● Work item: Give back exactly the lines of the data below, starting with the line that has "static final String SI_CELSIUS" and going on through the line that has "60027-3: level in".

● Saved data entries:
Start of Block

package jonquil.units;

/**
 * Citations for the facts the unit tests check, so every row names where its number comes from.
 *
 * <p>Checked against retrieved text while writing: the SI Brochure 8th ed. (2006, upd. 2014) Table
 * 6 on bipm.org (minute, hour, day, degree, arc minute, arc second — the same values the 9th ed.
 * gives in Table 8) and its Section 5.4 (prefixed symbol raised to a power: 1 cm³ = 10⁻⁶ m³, 1 V/cm
 * = 10² V/m, 1 cm⁻¹ = 10² m⁻¹); the prefix values as printed from NIST SP 330 (2019). Table numbers
 * of the 9th edition, the eV value and the temperature relations are cited from memory and say so.
 */
final class Sources {
  static final String SI_T7 =
      "BIPM SI Brochure 9th ed. (2019), Table 7, SI prefixes (table number from memory)";
  static final String CGPM_2022 =
      "27th CGPM (2022), Resolution 3, prefixes ronna/quetta/ronto/quecto (from memory)";
  static final String SI_T2 = "BIPM SI Brochure 9th ed. (2019), Table 2, base units (from memory)";
  static final String SI_T4 =
      "BIPM SI Brochure 9th ed. (2019), Table 4, units with special names (from memory)";
  static final String SI_T8 =
      "BIPM SI Brochure 9th ed. (2019), Table 8 = 8th ed. Table 6, non-SI units accepted for use"
          + " with the SI";
  static final String SI_5_4 =
      "BIPM SI Brochure 8th ed., Section 5.4: a prefixed symbol is raised to a power as a whole";
  static final String SI_EV =
      "BIPM SI Brochure 9th ed. (2019), Table 8: 1 eV = 1.602 176 634e-19 J (from memory)";
  static final String SI_CELSIUS =
      "BIPM SI Brochure 9th ed. (2019), Sect. 2.3.1: t/°C = T/K − 273.15 (from memory)";
  static final String NIST_811_F =
      "NIST SP 811 (2008), Appendix B.9: t/°C = (t/°F − 32)/1.8 (from memory)";
  static final String NIST_811_WCM2 =
      "NIST SP 811 (2008), Appendix B.9: 1 W/cm² = 1.0e4 W/m² (from memory)";
  static final String SI_PERCENT =
      "BIPM SI Brochure 9th ed. (2019), Sect. 5.4.7: % = 0.01; ppm = 1e-6 (from memory)";
  static final String DB_DEF =
      "IEC 60027-3: level in dB of a power ratio = 10·log10(ratio) (from memory)";
  static final String OD_DEF =
      "IUPAC Gold Book, 'absorbance'/optical density: OD = −log10(T) (from memory)";
  static final String WAVE =
      "one wave of retardance = one cycle of phase = 2π rad (definition of the cycle, from memory)";

  private Sources() {}
}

End of Block

● Answer for this exercise:
  static final String SI_CELSIUS =
      "BIPM SI Brochure 9th ed. (2019), Sect. 2.3.1: t/°C = T/K − 273.15 (from memory)";
  static final String NIST_811_F =
      "NIST SP 811 (2008), Appendix B.9: t/°C = (t/°F − 32)/1.8 (from memory)";
  static final String NIST_811_WCM2 =
      "NIST SP 811 (2008), Appendix B.9: 1 W/cm² = 1.0e4 W/m² (from memory)";
  static final String SI_PERCENT =
      "BIPM SI Brochure 9th ed. (2019), Sect. 5.4.7: % = 0.01; ppm = 1e-6 (from memory)";
  static final String DB_DEF =
      "IEC 60027-3: level in dB of a power ratio = 10·log10(ratio) (from memory)";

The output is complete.